Now we descend from free space to the cables, traces, and connectors of real hardware.

5.1 When is a wire a transmission line?

A wire becomes a transmission line when its length is comparable to a wavelength of the signal it is carrying. The rule of thumb: if the line length is more than $\lambda/10$, treat it as a transmission line. Below that, lumped circuit analysis (Chapter 2) is fine.

Some examples in FR-4 ($v \approx 14$ cm/ns, so $\lambda = v/f$):

A 2 cm trace at 100 MHz is fine to treat as a wire. The same trace at 5 GHz is unambiguously a transmission line, and ignoring that fact will produce reflections, ringing, and signal-integrity disasters.
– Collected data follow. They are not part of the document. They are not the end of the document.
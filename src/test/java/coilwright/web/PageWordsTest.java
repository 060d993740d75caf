package coilwright.web;

import static io.restassured.RestAssured.given;
import static org.junit.jupiter.api.Assertions.assertEquals;
import static org.junit.jupiter.api.Assertions.assertTrue;

import io.javalin.http.HandlerType;
import io.restassured.response.Response;
import java.util.ArrayList;
import java.util.LinkedHashMap;
import java.util.List;
import java.util.Map;
import java.util.regex.Matcher;
import java.util.regex.Pattern;
import org.jsoup.nodes.Document;
import org.jsoup.nodes.Element;
import org.junit.jupiter.api.BeforeEach;
import org.junit.jupiter.api.Test;
import org.junit.jupiter.api.extension.RegisterExtension;

/**
 * Every page of the route table, and the page each of its forms answers with its starting values, read as a person
 * reads it: no enum code name ({@code LEAD_ACID}) and no number with more than six significant digits anywhere in
 * the rendered text, the charts' text included, in SI and in imperial units.
 */
class PageWordsTest {
    @RegisterExtension
    static final TestApp APP = new TestApp();
    private static final Pattern CODE_NAME = Pattern.compile("\\b[A-Z][A-Z0-9]*_[A-Z0-9_]+\\b");
    private static final Pattern SAVED_LINK = Pattern.compile("\\S*/[dr]/[A-Za-z0-9_-]+\\S*");
    private static final Pattern NUMBER = Pattern.compile("(?<![\\w.])\\d+(\\.\\d+)?(?![\\w])");
    private static final int MAX_DIGITS = 6;

    @BeforeEach
    void pointRestAssured() {
        APP.useRestAssured();
    }

    /** The pages of the route table with values for their path parameters, and a few queries that change them. */
    private static List<String> pages() {
        String id = given().formParam("document", savedDocument()).post("/saved").then().statusCode(201).extract()
                .htmlPath().getString("**.find { it.@id == 'open-link' }.@href").replace("/d/", "");
        String rev = given().get("/api/v1/designs/" + id).then().statusCode(200).extract().path("latest.revisionId");
        List<String> pages = new ArrayList<>();
        for (Route r : APP.app().routes()) {
            if (r.method() != HandlerType.GET || Route.isApiPath(r.path()) || r.path().startsWith("/api/")) {
                continue;
            }
            String page = r.path().replace("{designId}", id).replace("{revisionId}", rev);
            pages.add(page.contains("{jobId}") ? page.replace("{jobId}", SecurityHeadersTest.sizingJobId()) : page);
        }
        for (String slug : APP.app().services().examples().slugs()) {
            pages.add("/design/results?example=" + slug);
            pages.add("/design/new?example=" + slug);
            pages.add("/design/bench?example=" + slug);
        }
        pages.add("/winding?slots=36&poles=4");
        pages.add("/compare?a=" + rev + "&b=" + id);
        pages.remove("/design/results");
        pages.remove("/design/bench");
        return pages;
    }

    private static String savedDocument() {
        return given().get("/api/v1/examples/axial-wind-48v").then().statusCode(200).extract().asString();
    }

    @Test
    void no_page_shows_a_code_name_or_an_unrounded_number() {
        List<String> problems = new ArrayList<>();
        int pagesRead = 0;
        for (String units : List.of("si", "imperial")) {
            for (String page : pages()) {
                Response r = given().urlEncodingEnabled(false).queryParam("units", units).get(page);
                assertEquals(200, r.statusCode(), page);
                Html html = Html.of(r);
                problems.addAll(scan(page + " (" + units + ")", html.doc()));
                pagesRead++;
                for (Element form : html.all("main form[method=post]")) {
                    if (form.attr("action").equals("/saved") && form.selectFirst("input[name=design]") == null) {
                        continue;
                    }
                    Response answer = given().queryParam("units", units).formParams(values(form)).post(form.attr("action"));
                    assertTrue(answer.statusCode() < 500, form.attr("action") + " from " + page + ": " + answer.statusCode());
                    problems.addAll(scan("POST " + form.attr("action") + " from " + page + " (" + units + ")",
                            Html.of(answer).doc()));
                    pagesRead++;
                }
            }
        }
        assertTrue(pagesRead > 40, "pages read: " + pagesRead);
        assertTrue(problems.isEmpty(), problems.size() + " problems:\n" + String.join("\n", problems.stream().distinct().limit(60).toList()));
    }

    @Test
    void a_saved_link_s_random_id_is_not_read_as_a_code_name_but_a_code_name_beside_it_is() {
        Document doc = org.jsoup.Jsoup.parse("<body><p>Link: http://127.0.0.1:7070/d/1FR75qhrDSBTNfh08Ng/r/"
                + "C6iOGmV6qDVrBUE2g-Q_7A battery LEAD_ACID, 1234567 W</p></body>");
        List<String> found = scan("sample", doc);
        assertEquals(2, found.size(), found.toString());
        assertTrue(found.get(0).contains("code name LEAD_ACID") && found.get(1).contains("number 1234567"), found.toString());
    }

    /** What a reader sees: the body's text and the text of the SVG charts, without the scripts. */
    static List<String> scan(String where, Document doc) {
        doc.select("script, style").remove();
        String text = String.join(" ", doc.body().select("*").stream()
                .flatMap(e -> e.textNodes().stream()).map(t -> t.text().strip()).filter(t -> !t.isEmpty()).toList());
        // a saved design's link shows its random ids (base64url: "Q_7A" or "-1234567" in one of them is chance, not
        // a code name or a long number)
        text = SAVED_LINK.matcher(text).replaceAll("(link)");
        List<String> found = new ArrayList<>();
        Matcher code = CODE_NAME.matcher(text);
        while (code.find()) {
            found.add(where + ": code name " + code.group() + " in \"" + around(text, code.start()) + "\"");
        }
        Matcher n = NUMBER.matcher(text);
        while (n.find()) {
            String digits = n.group().replace(".", "").replaceFirst("^0+", "");
            if (digits.length() > MAX_DIGITS) {
                found.add(where + ": number " + n.group() + " in \"" + around(text, n.start()) + "\"");
            }
        }
        return found;
    }

    private static String around(String text, int at) {
        return text.substring(Math.max(0, at - 40), Math.min(text.length(), at + 40));
    }

    /** A form's fields with the values it shows, as a browser would post them unchanged. */
    static Map<String, String> values(Element form) {
        Map<String, String> f = new LinkedHashMap<>();
        for (Element e : form.select("input[name], select[name], textarea[name]")) {
            if (e.attr("type").equals("file") || e.attr("type").equals("submit")) {
                continue;
            }
            if (e.tagName().equals("select")) {
                Element opt = e.selectFirst("option[selected]");
                f.put(e.attr("name"), opt == null ? e.selectFirst("option") == null ? "" : e.selectFirst("option").val() : opt.val());
            } else if (!e.attr("type").equals("checkbox") || e.hasAttr("checked")) {
                f.put(e.attr("name"), e.tagName().equals("textarea") ? e.text() : e.val());
            }
        }
        return f;
    }
}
5.2 Types of transmission lines

   ┌────────────────────────┐
   │  Coax (shielded)       │
   │   ●←inner               │
   │  ───────────            │
   │   ◯ outer (shield)      │
   ├────────────────────────┤
   │  Microstrip             │
   │  ━━━━ trace             │
   │                          │
   │  ════════ ground plane   │
   ├────────────────────────┤
   │  Stripline              │
   │  ════════ ground         │
   │  ━━━━ trace (centered)   │
   │  ════════ ground         │
   ├────────────────────────┤
   │  CPW (coplanar)         │
   │  ═══━━━━═══              │
   │  ─────────────           │
   │  ════════ optional gnd   │
   ├────────────────────────┤
   │  Twisted pair           │
   │  ⊗⊙⊗⊙⊗⊙⊗⊙ two wires      │
   └────────────────────────┘

• Two-wire (open-wire): old phone lines, ladder-line antenna feeders. High impedance (300-600 Ω), moderate loss, no shielding.
• Coaxial cable (coax): inner conductor inside an outer shield. Standard impedances 50 Ω (RF, test) and 75 Ω (TV, video). The shield contains the field, providing excellent immunity. In every cable TV install, every oscilloscope probe, every base-station antenna.
• Microstrip: a signal trace on top of a PCB above a ground plane, with the dielectric between. On every Wi-Fi router PCB, every smartphone radio frontend. Easy to fabricate, mostly TEM, but radiates a bit because half its field is in air.
• Stripline: trace sandwiched between two ground planes inside the PCB stackup. Better shielding than microstrip, slightly slower (all field is in dielectric). Used for sensitive analog or where coupling to top components is a concern.
• CPW (coplanar waveguide): signal and ground all on the same top layer. Easy probe access, uniform geometry, popular in millimeter-wave chips and test fixtures.
• Twisted pair: two wires twisted around each other. Differential signaling rejects common-mode noise and limits radiation. Ethernet, USB, telephone, HDMI internal pairs.
• Waveguide: hollow metal tube, no inner conductor. Field propagates inside without a center wire. Cannot support TEM mode; carries only TE and TM modes above a cutoff frequency. We meet these in Chapter 18 (microwave engineering).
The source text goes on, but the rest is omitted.